» REQUIREMENT
From the first line of the entries below to the line with "a Rejection and", give each line again exactly.

============

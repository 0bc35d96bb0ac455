package dev.stopline.wire;

import static dev.stopline.wire.Records.bytes;
import static org.junit.jupiter.api.Assertions.assertEquals;
import static org.junit.jupiter.api.Assertions.assertFalse;
import static org.junit.jupiter.api.Assertions.assertNotNull;
import static org.junit.jupiter.api.Assertions.assertTrue;

import java.io.ByteArrayOutputStream;
import java.util.EnumMap;
import java.util.Map;
import java.util.SplittableRandom;
import org.junit.jupiter.api.Test;
import org.junit.jupiter.api.TestReporter;

/**
 * Property: whatever the bytes, the parser and the sequencer return a Snapshot or a Rejection and
 * never throw. Seeded random mutations of valid records, at byte level (flips, cuts, inserts,
 * repeats) and at token level (a number or string replaced by a hostile value).
 */
class SnapshotFuzzTest {
    private static final long SEED = 20270304L;
    private static final int CASES = 10_000;
    private static final String[] HOSTILE = {"-1", "NaN", "Infinity", "-Infinity", "1e400", "1e15", "1e16", "0",
            "0.5", "-0.0", "null", "true", "\"\"", "\"x\"", "[]", "{}", "[[[[[[[[[[[[[[[[[[[[]]]]]]]]]]]]]]]]]]]",
            "123456789012345678901234567890", "9223372036854775808", "\"2027-02-30T10:00:00Z\"", "\"\\u0000\"",
            "\"\\ud800\"", "1E-400", "\"checkout-redesign\""};

    @Test
    void mutatedRecords_neverThrow_andCoverManyReasons(TestReporter report) {
        SplittableRandom rnd = new SplittableRandom(SEED);
        SnapshotParser parser = SnapshotParser.withDefaults().withMaxBytes(4096);
        PlanShape plan = SnapshotSequencerTest.CHECKOUT;
        Snapshot previous = (Snapshot) parser.parse(bytes(Records.withRatio(5, 9000, 700)));
        Map<Reason, Integer> reasons = new EnumMap<>(Reason.class);
        int accepted = 0;
        for (int i = 0; i < CASES; i++) {
            String base = rnd.nextBoolean() ? Records.VALID : Records.withRatio(6, 10000, 800);
            byte[] mutated = rnd.nextInt(3) == 0 ? tokenMutation(base, rnd) : byteMutation(bytes(base), rnd);
            Outcome parsed = parser.parse(mutated, rnd.nextInt(10) == 0 ? "gift-wrap-upsell" : "checkout-redesign");
            assertNotNull(parsed);
            Outcome checked = parsed instanceof Snapshot s ? SnapshotSequencer.check(s, previous, plan) : parsed;
            if (checked instanceof Rejection r) {
                assertFalse(r.detail().isBlank());
                reasons.merge(r.reason(), 1, Integer::sum);
            } else {
                accepted++;
            }
        }
        report.publishEntry("fuzz", "seed " + SEED + ", " + CASES + " cases: accepted " + accepted + ", " + reasons);
        // a fuzz that only ever hits one branch tests nothing: require the main reasons to occur
        for (Reason r : new Reason[] {Reason.MALFORMED_JSON, Reason.SCHEMA, Reason.INVALID_VALUE, Reason.KEY_MISMATCH,
                Reason.TOO_LARGE, Reason.UNKNOWN_ARM, Reason.UNKNOWN_METRIC, Reason.MISSING_METRIC, Reason.DECREASING_COUNT}) {
            assertTrue(reasons.getOrDefault(r, 0) > 0, "never produced " + r + ": " + reasons);
        }
        assertTrue(accepted > 0, "no mutation kept a valid record");
    }

    /**
     * The one-pass reader of the common case may only ever say "here is the snapshot" when the full
     * tree path says the same snapshot: on every mutation (valid or not) the parser's answer equals the
     * full path's, and on the unmutated records the fast path is the one answering.
     */
    @Test
    void fastPath_givesTheFullPathsAnswer_onEveryMutation(TestReporter report) {
        SplittableRandom rnd = new SplittableRandom(SEED + 1);
        SnapshotParser parser = SnapshotParser.withDefaults().withMaxBytes(4096);
        int fastAccepted = 0;
        int fullAccepted = 0;
        for (int i = 0; i < CASES; i++) {
            String base = rnd.nextBoolean() ? Records.VALID : Records.withRatio(6, 10000, 800 + rnd.nextInt(100) / 7.0);
            byte[] mutated = rnd.nextInt(3) == 0 ? tokenMutation(base, rnd) : byteMutation(bytes(base), rnd);
            String key = rnd.nextInt(10) == 0 ? "gift-wrap-upsell" : "checkout-redesign";
            Outcome full = parser.parseFully(mutated, key);
            assertEquals(full, parser.parse(mutated, key), () -> "differs on " + new String(mutated,
                    java.nio.charset.StandardCharsets.UTF_8));
            Snapshot fast = SnapshotParser.fastPathOnly(mutated, key);
            if (fast != null) {
                assertEquals(full, fast);
                fastAccepted++;
            }
            fullAccepted += full instanceof Snapshot ? 1 : 0;
        }
        for (String valid : new String[] {Records.VALID, Records.withRatio(6, 10000, 800.25)}) {
            assertNotNull(SnapshotParser.fastPathOnly(bytes(valid), "checkout-redesign"), valid);
        }
        report.publishEntry("fast path", fastAccepted + " of " + fullAccepted + " valid mutations read in one pass");
        assertTrue(fastAccepted > 0, "the fast path never answered");
    }

    private static byte[] byteMutation(byte[] in, SplittableRandom rnd) {
        ByteArrayOutputStream out = new ByteArrayOutputStream();
        int at = rnd.nextInt(in.length);
        int len = 1 + rnd.nextInt(Math.min(16, in.length - at));
        switch (rnd.nextInt(5)) {
            case 0 -> { // flip one byte to anything
                byte[] c = in.clone();
                c[at] = (byte) rnd.nextInt(256);
                return c;
            }
            case 1 -> { // cut a range
                out.write(in, 0, at);
                out.write(in, at + len, in.length - at - len);
            }
            case 2 -> { // insert random bytes
                out.write(in, 0, at);
                for (int k = 0; k < len; k++) {
                    out.write(rnd.nextInt(256));
                }
                out.write(in, at, in.length - at);
            }
            case 3 -> { // repeat a range many times (may exceed the 4 KiB limit)
                out.write(in, 0, at);
                int times = rnd.nextInt(400);
                for (int k = 0; k < times; k++) {
                    out.write(in, at, len);
                }
                out.write(in, at, in.length - at);
            }
            default -> out.write(in, 0, at); // truncate
        }
        return out.toByteArray();
    }

    /** Replaces one JSON scalar (a number or a string) with a hostile value. */
    private static byte[] tokenMutation(String in, SplittableRandom rnd) {
        java.util.regex.Matcher m = java.util.regex.Pattern.compile("-?\\d[\\d.eE+-]*|\"[^\"]*\"").matcher(in);
        java.util.List<int[]> spans = new java.util.ArrayList<>();
        while (m.find()) {
            spans.add(new int[] {m.start(), m.end()});
        }
        int[] s = spans.get(rnd.nextInt(spans.size()));
        String replacement = HOSTILE[rnd.nextInt(HOSTILE.length)];
        return bytes(in.substring(0, s[0]) + replacement + in.substring(s[1]));
    }
}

============

» ANSWER FOR THIS EXERCISE
repository 0bc35d96bb0ac455
package dev.stopline.wire;

import static dev.stopline.wire.Records.bytes;
import static org.junit.jupiter.api.Assertions.assertEquals;
import static org.junit.jupiter.api.Assertions.assertFalse;
import static org.junit.jupiter.api.Assertions.assertNotNull;
import static org.junit.jupiter.api.Assertions.assertTrue;

import java.io.ByteArrayOutputStream;
import java.util.EnumMap;
import java.util.Map;
import java.util.SplittableRandom;
import org.junit.jupiter.api.Test;
import org.junit.jupiter.api.TestReporter;

/**
 * Property: whatever the bytes, the parser and the sequencer return a Snapshot or a Rejection and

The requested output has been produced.